Let $S_n = \{1,2,\cdots, n\}$ for every positive integer n. Find the largest $n\in\mathbb{N}$ so that $\forall a_1,\cdots, a_7 \in S_n, \exists S,T \subseteq S_7, \sum_{i\in S} a_i = \sum_{j\in T} a_j$.
Let $P_n$ be the statement that $\forall a_1,\cdots, a_7 \in S_n, \exists S,T \subseteq S_7, \sum_{i\in S} a_i = \sum_{j\in T} a_j$. For $n=1, P_n$ obviously holds as $S$ and $T$ can be any one-element subsets for instance. For $n=2, $ observe that at least 4 elements must be equal, say to 2. Then we can pick S and T to be two distinct one-element subsets corresponding to indices i where $a_i=2$.

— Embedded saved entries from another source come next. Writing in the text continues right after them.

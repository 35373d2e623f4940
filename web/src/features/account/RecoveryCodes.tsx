import { Button } from '../../components/ui/Button.tsx'

interface RecoveryCodesProps {
  codes: readonly string[]
  onKept: () => void
}

/** Recovery codes, shown this once. */
export const RecoveryCodes = ({ codes, onKept }: RecoveryCodesProps) => (
  <div role="status" className="grid max-w-md gap-3">
    <p>
      <strong>Keep these recovery codes.</strong> Each stands in once for a code of your app, should you lose
      it. They are shown this once.
    </p>
    <ul className="grid gap-1 font-mono text-small sm:grid-cols-2">
      {codes.map((code) => (
        <li key={code}>{code}</li>
      ))}
    </ul>
    <div className="flex flex-wrap gap-3">
      <Button onClick={() => void navigator.clipboard.writeText(codes.join('\n'))}>Copy all</Button>
      <Button variant="primary" onClick={onKept}>
        I have kept them
      </Button>
    </div>
  </div>
)
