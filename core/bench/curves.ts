/** Curves of the Bench over its temperature window, hot to cold. */
import { emptyPoint } from '../bath/bath.ts'
import { logEquilibriumYield } from '../abundance/equilibrium.ts'
import { mechanismOf } from '../abundance/mechanisms/mechanisms.ts'
import { emptyExpansion } from '../history/expansionPoint.ts'
import type { ThermalHistory } from '../history/thermalHistory.ts'
import type { CandidateInput } from '../wire/candidate.ts'
import type { Curve } from './types.ts'

/** Points of a curve, before those on either side of a step. */
const POINTS = 260

/** Relative distance of the two points that show a step of the bath as a step. */
const BESIDE = 1e-9

/** Temperatures, GeV, evenly in ln T and on both sides of every break of the histories; descending. */
export function temperatureGrid(
  hotGeV: number,
  coldGeV: number,
  histories: readonly ThermalHistory[],
): Float64Array {
  const ratio = Math.log(coldGeV / hotGeV)
  const even = Array.from({ length: POINTS }, (_, i) => hotGeV * Math.exp((ratio * i) / (POINTS - 1)))
  const besides = histories
    .flatMap((history) => history.breaks)
    .filter((temperature) => temperature < hotGeV && temperature > coldGeV)
    .flatMap((temperature) => [temperature * (1 + BESIDE), temperature * (1 - BESIDE)])
  return Float64Array.from([...new Set([...even, ...besides])].sort((a, b) => b - a))
}

const curve = (temperatureGeV: Float64Array, valueAt: (temperatureGeV: number) => number): Curve => ({
  temperatureGeV,
  value: temperatureGeV.map(valueAt),
})

/** Y of the candidate; NaN where it does not exist yet. */
export function yieldCurve(
  history: ThermalHistory,
  candidate: CandidateInput,
  temperatureGeV: Float64Array,
): Curve {
  const mechanism = mechanismOf(candidate)
  const scale = mechanism.scaleGeV(history, candidate)
  const lnX = temperatureGeV.map((temperature) => Math.log(scale / temperature))
  return { temperatureGeV, value: mechanism.yields(history, candidate, lnX).lnYield.map(Math.exp) }
}

/** Y_eq of the candidate, or of the parent it comes from. */
export function equilibriumCurve(
  history: ThermalHistory,
  candidate: CandidateInput,
  temperatureGeV: Float64Array,
): Curve {
  const point = emptyExpansion()
  const { species } = mechanismOf(candidate).equilibrium(candidate)
  const mass = species[0]!.massGeV
  return curve(temperatureGeV, (temperature) => {
    history.at(Math.log(temperature), point)
    return Math.exp(logEquilibriumYield(species, mass, mass / temperature, point.gS))
  })
}

/** The rate that decides over H: n_eq⟨σv⟩/H, Γ_B/H, or production per candidate in equilibrium. */
export function rateOverHubbleCurve(
  history: ThermalHistory,
  candidate: CandidateInput,
  temperatureGeV: Float64Array,
): Curve {
  return curve(temperatureGeV, mechanismOf(candidate).rateOverHubble(history, candidate))
}

/** g_ρ of all radiation and g_s of the bath. */
export function effectiveNumberCurves(
  history: ThermalHistory,
  temperatureGeV: Float64Array,
): { gRho: Curve; gS: Curve } {
  const { bath, apart } = history.radiation
  const point = emptyPoint()
  const other = { gRho: 0, gP: 0 }
  const gRho = new Float64Array(temperatureGeV.length)
  const gS = new Float64Array(temperatureGeV.length)
  temperatureGeV.forEach((temperature, i) => {
    bath.evaluate(temperature, point)
    apart.evaluate(temperature, point.gS, other)
    gRho[i] = point.gRho + other.gRho
    gS[i] = point.gS
  })
  return { gRho: { temperatureGeV, value: gRho }, gS: { temperatureGeV, value: gS } }
}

I'm not sure if it's useful to use the pigeonhole principle. There are obviously $2^n$ subsets of $S_n$ and the maximum sum of the $a_i$'s is $7n$. If there are more subsets of $\{1,\cdots, 7\}$ than possible sums of the $a_i$'s, we must be able to find two distinct subsets with the same sum. That is, for $7n < 128\Leftrightarrow n \leq 18$ we know that $P_n$ holds. But what about for larger values of $n$? Can we significantly narrow down the possible values of $\sum_{i\in S} a_i $ for $S\subseteq S_7$?